Despite Nate Salley and Co. knocking Braylon's helmet off once or twice, #1 refused to buckle his chin strap up any tighter. That's Braylon for you. Brandstatter quoted Mickey Redmond after one particularly ferocious hit that sent Braylon flying into the sideline: "This ain't no place for a nervous person."
Chris Perry's performance was that of a virtuoso, during and in between plays. After every run he would struggle to his feet, slowly and not without some theatricality. The 150+ yard, 2 touchdown performance was one of acts and scenes, intermittent bursts of activity and passive waiting behind the curtains, a white arm band reading MOM moving in sync with the rapid pumping of his arms, chopping up the air before cutting and turning the corner to cut up the Buckeye defense on the way to the endzone. Whether or not Chris Perry was playing a role that day on the big stage that is the Big House turf doesn't matter much to me. If he was playing a role, "exaggerating," if you will, then he played it so well that the art imitated life, and vice versa, so that the two were indistinguishable. If you asked Chris Perry today, "Were you really hurting? Were you injured?", I doubt he'd even know the answer anymore. Does it even matter?
Lastly, we come to one John Navarre. It's no small secret that he was unfairly criticized throughout much of his Michigan career. Despite the lack of mobility, the frustrating ability to get passes batted down despite his height, and despite his supposed inability to make the big plays when they were needed most, he made a quarterback out of himself (and a pretty good one at that). The guy who was recruited by Wisconsin as a linebacker/tight end, the guy who was thrown into the fire way too early due to a Drew Henson injury, carried himself with a stoicism that you just can't learn. Carey Venne, John's high school coach in Cudahy, WI said about him:
He's kind of an ice man. He keeps his emotions in check. He doesn't get shook easy, and that's because he's been such a physical player. Even if he's nervous, he internalizes and fakes it pretty good.
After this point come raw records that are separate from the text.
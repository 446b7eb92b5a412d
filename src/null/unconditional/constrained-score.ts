// How far an outcome of two groups lies from a stated difference or ratio of proportions: the score statistic, its variance at
// the proportions that fit best under the statement (Miettinen & Nurminen 1985; Farrington & Manning 1990; Koopman 1984 for
// the ratio). Their factor n / (n - 1) changes no order and is left out.
import type { TwoGroupsSeen } from './outcomes.js';

/** p1 - p2 = value, in (-1, 1); or p1 / p2 = value, above 0. */
export interface NullValue {
  readonly of: 'difference' | 'ratio';
  readonly value: number;
}

/** Rises with x1 and falls with x2; 0 where departure and variance are both 0, else infinite where the variance is 0. */
export type OutcomeScore = (x1: number, x2: number) => number;

/** Relative error below 1e-9 where the score is not near 0; absolute below 1e-9 there. */
export function constrainedScore(
  { firstSize: n1, secondSize: n2 }: Pick<TwoGroupsSeen, 'firstSize' | 'secondSize'>,
  nullValue: NullValue,
): OutcomeScore {
  const { of, value } = nullValue;
  return (x1, x2) => {
    if (of === 'difference') {
      const p1 = firstUnderDifference(n1, n2, x1, x2, value);
      const p2 = clamp(p1 - value);
      return standardised(x1 / n1 - x2 / n2 - value, (p1 * (1 - p1)) / n1 + (p2 * (1 - p2)) / n2);
    }
    const p2 = secondUnderRatio(n1, n2, x1, x2, value);
    const p1 = clamp(value * p2);
    return standardised(x1 / n1 - value * (x2 / n2), (p1 * (1 - p1)) / n1 + (value * value * p2 * (1 - p2)) / n2);
  };
}

const clamp = (share: number): number => Math.min(1, Math.max(0, share));

function standardised(departure: number, variance: number): number {
  if (Math.abs(departure) < 1e-14) return 0;
  return variance < 1e-300 ? Math.sign(departure) * Infinity : departure / Math.sqrt(variance);
}

/** The smaller root of a quadratic (Miettinen & Nurminen 1985), in the form without cancellation. */
function secondUnderRatio(n1: number, n2: number, x1: number, x2: number, ratio: number): number {
  const b = n1 * ratio + x1 + n2 + x2 * ratio;
  const c = x1 + x2;
  const root = Math.sqrt(Math.max(0, b * b - 4 * (n1 + n2) * ratio * c));
  return Math.min(1, 1 / ratio, (2 * c) / (b + root));
}

/** The root of the likelihood's cubic in closed form (Farrington & Manning 1990), then Newton steps that stay between signs. */
function firstUnderDifference(n1: number, n2: number, x1: number, x2: number, delta: number): number {
  const [lowest, highest] = [Math.max(0, delta), Math.min(1, 1 + delta)];
  const theta = n2 / n1;
  const [s1, s2] = [x1 / n1, x2 / n2];
  const a = 1 + theta;
  const b = -(1 + theta + s1 + theta * s2 + delta * (theta + 2));
  const c = delta * delta + delta * (2 * s1 + theta + 1) + s1 + theta * s2;
  const d = -s1 * delta * (1 + delta);
  const v = (b / (3 * a)) ** 3 - (b * c) / (6 * a * a) + d / (2 * a);
  const u = (v < 0 ? -1 : 1) * Math.sqrt(Math.max(0, (b / (3 * a)) ** 2 - c / (3 * a)));
  const w = (Math.PI + Math.acos(Math.min(1, Math.max(-1, u === 0 ? 0 : v / u ** 3)))) / 3;
  const value = (p: number): number => ((a * p + b) * p + c) * p + d;
  let p = Math.min(highest, Math.max(lowest, 2 * u * Math.cos(w) - b / (3 * a)));
  for (let step = 0; step < 3; step++) {
    const slope = (3 * a * p + 2 * b) * p + c;
    const next = p - value(p) / slope;
    if (!(next >= lowest && next <= highest) || Math.abs(next - p) > 1e-4) break;
    p = next;
  }
  return p;
}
Where as Perry's acting was hyperbolic and over-the-top, a celebration and affirmation of his game all at once, John's was subdued, understated, and probably not acting at all. That is perhaps the biggest reason that I find this game so satisfying: a guy so maligned got his redemption. This was a guy that was, above all else, painfully cognizant of the criticism:
"I felt I was established already," Navarre said. "But the reality was I was going to be defined by this game."John finished the game with 278 yards passing, completing 21 of 32 passes with two touchdowns to one interception. It was a great performance at the biggest stage of Midwestern college football. Never would I have imagined, however, that it would be our last win against the Buckeyes for many years to come. In light of the scandal in Columbus and depending on your opinion on the validity of each Buckeye win against the Wolverines in the Tressel era, this game has risen in stature as the years have passed, and, by proxy, so has John Navarre's place in Michigan football lore.
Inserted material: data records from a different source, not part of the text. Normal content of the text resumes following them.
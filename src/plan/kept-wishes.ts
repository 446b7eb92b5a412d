// The wishes that a run again needs: what differs from the defaults, and the seed where anything was drawn.
import { standardEffort } from '../null/forecast.js';
import { standardMostDraws, standardRelativeError } from './draws.js';
import type { Plan, PlanOptions } from './plan.js';

/** As they stand in a line or a record: a statistic of the user's own by its name. */
export type KeptWishes = Omit<PlanOptions, 'statistic' | 'tableKey'> & { readonly statistic?: string };

const standard: PlanOptions = {
  statistic: 'pearson',
  twoSidedRule: 'distance',
  groups: 'rows',
  method: 'auto',
  draws: 'auto',
  mostDraws: standardMostDraws,
  relativeError: standardRelativeError,
  effort: standardEffort,
  alpha: 0.05,
  confidence: 0.95,
  samplingConfidence: 0.99,
};

/** @param seed what the draws came from; null where there were none. */
export function keptWishes(wishes: PlanOptions, plan: Pick<Plan, 'statistic'>, seed: string | null): KeptWishes {
  const kept: Record<string, unknown> = {};
  for (const name in wishes) {
    const wish = wishes[name as keyof PlanOptions];
    if (name === 'seed' || name === 'tableKey' || wish === undefined) continue;
    if (wish === standard[name as keyof PlanOptions]) continue;
    kept[name] = typeof wish === 'object' && 'value' in wish ? plan.statistic : wish;
  }
  if (seed !== null) kept['seed'] = seed;
  return kept as KeptWishes;
}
I've watched my DVD of this game dozens and dozens of times. Ever since 2003, I've taken to watching it from start to finish the night before The Game, hoping that it would unearth some untapped reservoirs of good karma for Michigan the next day. It didn't work in 2004, and every year afterward became a remainder of how long it had been since we've beaten them. Reading this ESPN recap refer to the pair of losses against OSU in '01 and '02 as a "skid" makes me cringe a little bit.Here we sit, seven and a half long years later, wishing that we could go back. I love that DVD, but I hope that I can update that special tradition, starting with a win this year.
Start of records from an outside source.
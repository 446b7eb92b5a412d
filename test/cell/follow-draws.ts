// Adjusted p-values from draws alone, for tests that compare them with exact ones.
import { cellPs } from '../../src/cell/cell-p.js';
import { rankTable } from '../../src/cell/rank-table.js';
import { fixedAdjustment } from '../../src/cell/sampled-adjustment.js';
import { thresholdsOf } from '../../src/cell/thresholds.js';
import { blocksInOrder, localSource } from '../../src/null/sampled/block-source.js';
import { rankCounts } from '../../src/null/sampled/ranked-sampler.js';
import { liveFrom } from '../helpers/tables.js';

export interface DrawnCell {
  readonly p: number;
  readonly interval: readonly [number, number];
  readonly atLeast: number;
  readonly draws: number;
}

/** One for each cell, row-major. */
export async function followDraws(counts: number[][], draws: number, seed: string): Promise<DrawnCell[]> {
  const live = liveFrom(counts);
  const thresholds = thresholdsOf(live);
  const follower = fixedAdjustment(thresholds.places.length, 0.99);
  const sampling = { seed, tableKey: '', draws };
  for await (const block of blocksInOrder(localSource(live, [], sampling, rankTable(thresholds)), sampling)) {
    follower.add(rankCounts(block.tallies, 0), block.draws);
  }
  const adjusted = await follower.adjusted();
  const own = cellPs(live);
  return thresholds.ofCell.map((threshold, cell) => {
    const { p, error } = adjusted[threshold]!;
    if (error?.kind !== 'sampling') throw new Error('drawn of a fixed number');
    return { p: Math.max(p!, own[cell]!.value), interval: error.interval, atLeast: error.atLeast, draws: error.draws };
  });
}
That's not to say that it gets old. It never does. Braylon's cockiness (before it became malicious and off-putting in his NFL days), Perry's histrionics, one of Lloyd's most classic interview responses ever ("Why would you ask a dumb question like that?"), and Navarre's redemption, so satisfying and deserving that it felt like it was my own...all these things make this game, in my mind, one of the best in the last ten years.